Will use this idea for my Xmas hats for the Boys and Girls club minus the opening on top - thanks Marg!


----------



## jeannesmom (May 27, 2016)

Looks great! Cheerful colors!!


----------



## kathydummer (Feb 12, 2014)

Beautiful hat! Thank you for the instructions!


----------



## iluvcabernet (Sep 19, 2012)

Great hat! Love the colors.


----------



## Rita in Raleigh (Aug 20, 2011)

Beautiful hat! I am always looking for more hat patterns to use when I knit charity hats. This yarn and your directions have inspired me again! I am off to check my local Walmart for the yarn!!!


----------



## dagmargrubaugh (May 10, 2011)

Love it!
Thanks for sharing,


----------



## mopa2282 (May 12, 2011)

I love it.


----------



## judymiss (Jun 26, 2011)

Love your colorful hat!! What does card 3 look like? Thanks!


----------



## galbiez (Jun 20, 2017)

looks great.


----------



## Smarty (Jul 14, 2015)

Lovely we don't have wool in our store here grrrrrrr


----------



## evelynetricot (Jun 19, 2015)

I love your colors.
this will be so fresh for winter !
thanks for sharing the pattern instructions


----------



## kestrelz (Nov 29, 2011)

colorful!


----------



## GrammaAnn (Dec 16, 2011)

Marg, That is so cute!! :sm24:


----------



## dancewithmarg (Oct 2, 2012)

judymiss said:


> Love your colorful hat!! What does card 3 look like?
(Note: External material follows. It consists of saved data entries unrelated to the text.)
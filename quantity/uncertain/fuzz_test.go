package uncertain_test

import (
	"errors"
	"math"
	"strings"
	"testing"

	"similis.dev/similis/quantity"
	"similis.dev/similis/quantity/uncertain"
)

// fuzzInputs builds two measured inputs from fuzzed figures: each with a
// source of standard uncertainty u (relative when rel is set), Type A
// with ν when typeA is set, else Type B with the distribution dist, and
// a correlation r between the two sources. Refused figures give ok =
// false with an error that must match one class.
func fuzzInputs(t *testing.T, x1, x2, u1, u2, nu1, nu2, r float64, dist1, dist2 uint8, flags uint8) (in []uncertain.Measured, ok bool) {
	set := uncertain.NewSet()
	mk := func(name string, x, u, nu float64, dist uint8, typeA, rel bool) (uncertain.Measured, bool) {
		src := uncertain.Source{Name: name, U: quantity.Scalar(u), Relative: rel, DoF: nu, Dist: uncertain.Distribution(dist % 5)}
		if typeA {
			src.Type = uncertain.TypeA
		}
		id, err := set.Add(src)
		if err != nil {
			oneClass(t, "Add", err)
			return uncertain.Measured{}, false
		}
		m, err := set.Measure(quantity.Scalar(x), id)
		if err != nil {
			oneClass(t, "Measure", err)
			return uncertain.Measured{}, false
		}
		return m, true
	}
	a, ok1 := mk("a", x1, u1, nu1, dist1, flags&1 != 0, flags&2 != 0)
	b, ok2 := mk("b", x2, u2, nu2, dist2, flags&4 != 0, flags&8 != 0)
	if !ok1 || !ok2 {
		return nil, false
	}
	if flags&16 != 0 {
		if err := set.Correlate(0, 1, r); err != nil {
			oneClass(t, "Correlate", err)
			return nil, false
		}
	}
	return []uncertain.Measured{a, b}, true
}

func oneClass(t *testing.T, what string, err error) {
	t.Helper()
	if n := classes(err); n != 1 {
		t.Fatalf("%s: %v matches %d classes", what, err, n)
	}
}

// fuzzModel is one of a few models of two dimensionless inputs.
func fuzzModel(op uint8) func(x []uncertain.Measured) uncertain.Measured {
	return func(x []uncertain.Measured) uncertain.Measured {
		a, b := x[0], x[1]
		switch op % 8 {
		case 0:
			return a.Add(b)
		case 1:
			return a.Sub(b)
		case 2:
			return a.Mul(b)
		case 3:
			return a.Div(b)
		case 4:
			return a.Sqrt().Add(b)
		case 5:
			return uncertain.Log(a).Mul(b)
		case 6:
			return a.Powf(0.7).Sub(b.Pow(3, 1))
		default:
			return uncertain.Exp(a).Mul(b.Inv())
		}
	}
}

func allFinite(xs ...float64) bool {
	for _, x := range xs {
		if math.IsNaN(x) || math.IsInf(x, 0) {
			return false
		}
	}
	return true
}

// FuzzBudget: any sources, model and coverage give a budget or an error
// of one class, never a panic, and a budget with a nil error has finite
// figures (ν_eff may be +Inf, as documented) and text without NaN.
func FuzzBudget(f *testing.F) {
	f.Add(1.0, 2.0, 0.01, 0.02, 0.0, 0.0, 0.5, uint8(0), uint8(1), uint8(0), uint8(2), 0.95)
	f.Add(0.0, 1e-300, 0.0, 1e300, 1e-300, 3.0, -1.0, uint8(2), uint8(3), uint8(21), uint8(5), 0.99)
	f.Add(1e308, -1e308, 1e308, 1e-320, 2.0, 2.01, 1.0, uint8(4), uint8(0), uint8(31), uint8(7), 0.5)
	f.Fuzz(func(t *testing.T, x1, x2, u1, u2, nu1, nu2, r float64, d1, d2, flags, op uint8, p float64) {
		in, ok := fuzzInputs(t, x1, x2, u1, u2, nu1, nu2, r, d1, d2, flags)
		if !ok {
			return
		}
		y, err := uncertain.Eval(func() uncertain.Measured { return fuzzModel(op)(in) })
		if err != nil {
			oneClass(t, "Eval", err)
			return
		}
		if !allFinite(y.Value(), y.U().Value()) {
			t.Fatalf("Eval gave %v with a nil error", y)
		}
		b, err := y.Budget("y", p)
		if err != nil {
			oneClass(t, "Budget", err)
			return
		}
		fig := []float64{b.Value.Value(), b.U.Value(), b.Systematic.Value(), b.Random.Value(), b.K, b.Expanded.Value(), b.Coverage}
		for _, l := range b.Lines {
			fig = append(fig, l.Sensitivity.Value(), l.Contribution.Value(), l.Percent)
		}
		if !allFinite(fig...) || !(b.DoF > 0) {
			t.Fatalf("budget with a nil error has figures %v, ν_eff %v", fig, b.DoF)
		}
		for _, s := range []string{b.String(), b.Markdown(), y.String()} {
			if strings.Contains(s, "NaN") || strings.Contains(s, "Inf") {
				t.Fatalf("text with a non-finite number:\n%s", s)
			}
		}
		k, err := uncertain.CoverageFactor(p, b.DoF)
		if err != nil || k != b.K {
			t.Fatalf("CoverageFactor(%v, %v) = %v, %v; budget's k %v", p, b.DoF, k, err, b.K)
		}
	})
}

// FuzzMonteCarlo: any sources, correlations, model and trial count give
// a result or an error of one class, never a panic; a nil error means
// finite figures with Low ≤ High. Work is bounded: a trial count above
// MaxTrials must be refused, and one that is run is at most 1999.
func FuzzMonteCarlo(f *testing.F) {
	f.Add(1.0, 2.0, 0.01, 0.02, 0.0, 0.0, 0.5, uint8(0), uint8(1), uint8(0), uint8(2), 0.95, uint64(1), int64(0))
	f.Add(0.5, 1.0, 1.0, 0.1, 2.0, 1e-300, 0.9, uint8(0), uint8(0), uint8(21), uint8(5), 0.99, uint64(7), int64(1e12))
	f.Add(1.0, 1.0, 0.1, 0.1, 1.0, 1.0, 1.0, uint8(0), uint8(0), uint8(16), uint8(3), 0.5, uint64(3), int64(-5))
	f.Fuzz(func(t *testing.T, x1, x2, u1, u2, nu1, nu2, r float64, d1, d2, flags, op uint8, p float64, seed uint64, trials int64) {
		in, ok := fuzzInputs(t, x1, x2, u1, u2, nu1, nu2, r, d1, d2, flags)
		if !ok {
			return
		}
		n := 1000 + int(uint64(trials)%1000)
		if trials > uncertain.MaxTrials {
			n = int(trials)
		}
		mc, err := uncertain.MonteCarlo(in, fuzzModel(op), n, p, seed)
		if n > uncertain.MaxTrials {
			if !errors.Is(err, quantity.ErrRange) {
				t.Fatalf("%d trials: %v", n, err)
			}
			return
		}
		if err != nil {
			oneClass(t, "MonteCarlo", err)
			return
		}
		if !allFinite(mc.Mean.Value(), mc.U.Value(), mc.Low.Value(), mc.High.Value()) || mc.Low.Value() > mc.High.Value() {
			t.Fatalf("result with a nil error: %+v", mc)
		}
		if s := mc.String(); strings.Contains(s, "NaN") || strings.Contains(s, "Inf") {
			t.Fatalf("text with a non-finite number: %s", s)
		}
	})
}
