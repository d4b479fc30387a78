package dual

import (
	"math"
	"testing"
)

// TestDerivatives checks each rule against the derivative worked by hand.
func TestDerivatives(t *testing.T) {
	x := Var(1.7)
	for _, c := range []struct {
		name string
		got  Num
		v, d float64
	}{
		{"x·x + 3", x.Mul(x).AddC(3), 1.7*1.7 + 3, 2 * 1.7},
		{"1/x", Const(1).Div(x), 1 / 1.7, -1 / (1.7 * 1.7)},
		{"√x", x.Sqrt(), math.Sqrt(1.7), 0.5 / math.Sqrt(1.7)},
		{"10^x", x.Exp10(), math.Pow(10, 1.7), math.Pow(10, 1.7) * math.Ln10},
		{"2 − 3x + x²", x.Poly(2, -3, 1), 2 - 3*1.7 + 1.7*1.7, -3 + 2*1.7},
		{"5x − x", x.Scale(5).Sub(x), 4 * 1.7, 4},
		{"x + x", x.Add(x), 3.4, 2},
	} {
		if math.Abs(c.got.V-c.v) > 1e-12*math.Abs(c.v) || math.Abs(c.got.D-c.d) > 1e-12*math.Abs(c.d) {
			t.Errorf("%s: %v, want {%v %v}", c.name, c.got, c.v, c.d)
		}
	}
}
Thanks!


xxx0xxx0xxx0xxx0xxx0xxx0
xxx0xxx0xxx0xxx0xxx0xxx0
xxx0xxx0xxx0xxx0xxx0xxx0
xxx0xxx0xxx0xxx0xxx0xxx0
xxx0xxx0xxx0xxx0xxx0xxx0
x0xxx0xxx0xxx0xxx0xxx0xx
x0xxx0xxx0xxx0xxx0xxx0xx
x0xxx0xxx0xxx0xxx0xxx0xx
x0xxx0xxx0xxx0xxx0xxx0xx
repeat these 8 rows
x = punch hole


----------



## GrammaAnn (Dec 16, 2011)

Is this tuck, slip or fair isle? I saw a similar one one time that was slip stitch :sm01:


----------



## dancewithmarg (Oct 2, 2012)

GrammaAnn said:


> Is this tuck, slip or fair isle? I saw a similar one one time that was slip stitch :sm01:


Oh yes, forgot to mention - main body of hat is done in tuck stitch both ways. Thanks for reminding me Ann 

Marg


----------



## judymiss (Jun 26, 2011)

Marg, thanks for the description and picture of card 3 and the technique. Judy


----------



## randiejg (Oct 29, 2011)

Nice colors (really is neon). The hat turned out great.


----------



## dagmargrubaugh (May 10, 2011)

I just got a couple of skeins of this yarn at WalMart. We'll see how it works out.
Thanks again for sharing the technique,


----------



## 30Knitter (Apr 9, 2012)

Your hat turned out great!


----------



## kathydummer (Feb 12, 2014)

Marg, 
thank you for sharing that it is tuck. I didn't know and hated to ask as I thought it was a dumb question and everyone else knew just by looking at the picture. 
Kathy


----------



## etrnlife (Jun 10, 2014)

kathydummer said:


> Marg,
> thank you for sharing that it is tuck. I didn't know and hated to ask as I thought it was a dumb question and everyone else knew just by looking at the picture.
> Kathy


The only dumb question is the one not asked.  I don't always know what technique was used to produce what stitch.


----------